§ **The problem**: Every line of the entries that holds the word "gone" is to be copied.

(Collection entries)
import { assessAll, judgeAll, toCandidate, type Assessment } from '../assess'
import { listAfter, planAfter, type Bench } from '../bench'
import { isCovered, type Lack } from '../concession'
import { judge, type Judged } from '../judge'
import { checkEssentials, lackOf } from '../needs'
import type { Candidate, Rule, Say } from '../rule'
import { createScene, withItems } from '../scene'
import type { Plan } from '../setup/plan'
import { resolve } from '../setup/resolve'
import type { Item, Verdict } from '../types'

/** The setup with the replacement in its place, to be tried with whatever is bought beside it. */
export interface Outfit {
  readonly bench: Bench
  readonly candidate: Candidate
  readonly items: readonly Item[]
  readonly plan: Plan
}

/** Something asked for and not there: by an item, by the tank, or by the setup as a whole. */
export interface Unmet extends Lack {
  readonly asker: Item | 'tank' | 'setup'
  readonly say: Say
  readonly rule?: Rule
}

export interface State {
  readonly unmet: readonly Unmet[]
  /** Ids of items that do not fit. */
  readonly failing: ReadonlySet<string>
  /** Ids of items that cannot be judged for want of a number. */
  readonly unjudged: ReadonlySet<string>
}

const keyOf = ({ need, asker }: Unmet): string => `${need} ${typeof asker === 'string' ? asker : asker.id}`

/** Whether something is asked for in a state; where the whole setup is short of it, all its pieces are. */
function createAsked(unmet: readonly Unmet[]): (one: Unmet) => boolean {
  const known = new Set(unmet.map(keyOf))
  const short = new Set(unmet.filter(({ asker }) => asker === 'setup').map(({ need }) => need))
  return (one) => known.has(keyOf(one)) || short.has(one.need)
}

/** What is unmet in one state and was not asked for in the other at all. */
export function findUnasked(unmet: readonly Unmet[], before: readonly Unmet[]): readonly Unmet[] {
  const isAsked = createAsked(before)
  return unmet.filter((one) => !isAsked(one))
}

/** What was asked and still is, be it less of it. */
export const listStill = (asked: readonly Unmet[], now: readonly Unmet[]): readonly Unmet[] =>
  asked.filter(createAsked(now))

/**
 * What is unmet in one state and was not in the other, or not so much of it. Where the whole setup was short of something
 * before, that it is shorter of it now is the setup's own to say.
 */
export function findNew(unmet: readonly Unmet[], before: readonly Unmet[]): readonly Unmet[] {
  const isAsked = createAsked(before)
  const isShort = (need: string) => before.some((was) => was.asker === 'setup' && was.need === need)
  return unmet.filter((one) => {
    if (!isAsked(one)) return true
    if (one.asker !== 'setup' && isShort(one.need)) return false
    return !before.some((was) => keyOf(was) === keyOf(one) && isCovered(one, was))
  })
}

export const listAsked = (asker: Unmet['asker'], judged: readonly Judged[]): readonly Unmet[] =>
  judged.flatMap(({ rule, judgement: { asks, say } }): Unmet[] => (asks ? [{ ...asks, asker, say, rule }] : []))

export function describeState({ items, essentials }: Assessment, tank: readonly Judged[]): State {
  const missing = essentials
    .filter(({ isMet }) => !isMet)
    .map((essential): Unmet => ({ ...lackOf(essential), asker: 'setup', say: essential.say }))
  const idsWith = (wanted: Verdict) =>
    new Set(items.filter(({ verdict }) => verdict === wanted).map(({ item }) => item.id))
  return {
    unmet: [...listAsked('tank', tank), ...items.flatMap(({ item, judged }) => listAsked(item, judged)), ...missing],
    failing: idsWith('no'),
    unjudged: idsWith('unknown'),
  }
}

/** Whether an item fails in one state, or cannot be judged, that was better off in the other. */
export const isWorseOff = ({ failing, unjudged }: State, than: State): boolean =>
  [...failing].some((id) => !than.failing.has(id)) ||
  [...unjudged].some((id) => !than.unjudged.has(id) && !than.failing.has(id))

export function createOutfit(bench: Bench, candidate: Candidate): Outfit {
  const items = listAfter(bench, candidate)
  return { bench, candidate, items, plan: planAfter(bench, candidate, items) }
}

/** The outfit with more in it, or with other items. */
export function changeItems(outfit: Outfit, items: readonly Item[]): Outfit {
  const { setup } = outfit.plan
  return { ...outfit, items, plan: resolve(withItems(setup, items)) }
}

/** A tank that is judged asks in the setup as it was: what it holds is compared with what the old one held. */
const sceneOfTank = ({ bench }: Outfit, items: readonly Item[]) => createScene(bench.scene.plan, items)

export function assessOutfit(outfit: Outfit): State {
  const { bench, candidate, items, plan } = outfit
  const tank = bench.kind === 'tank' ? judgeAll(sceneOfTank(outfit, items), candidate) : []
  return describeState(assessAll(plan, items), tank)
}

/** What was asked for before, with what is gone still there. */
export const assessBefore = ({ before, kind, gone }: Bench): State =>
  describeState(before, kind === 'tank' ? (gone?.judged ?? []) : [])

/** Whether `extra` alone meets what is asked, at a glance: nothing else is judged again. */
export function meets(outfit: Outfit, extra: Item, asked: readonly Unmet[]): boolean {
  const items = [...outfit.items, extra]
  return asked.every(({ need, asker, rule }) => {
    if (asker === 'setup' || !rule)
      return checkEssentials(outfit.plan, items).every((essential) => essential.need !== need || essential.isMet)
    const scene =
      asker === 'tank'
        ? sceneOfTank(outfit, items)
        : createScene(
            outfit.plan,
            items.filter((other) => other !== asker),
          )
    const judged = judge(scene, rule, asker === 'tank' ? outfit.candidate : toCandidate(asker))
    return judged?.judgement.asks?.need !== need
  })
}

§ **Answer for this exercise**:
/** What was asked for before, with what is gone still there. */
export const assessBefore = ({ before, kind, gone }: Bench): State =>
  describeState(before, kind === 'tank' ? (gone?.judged ?? []) : [])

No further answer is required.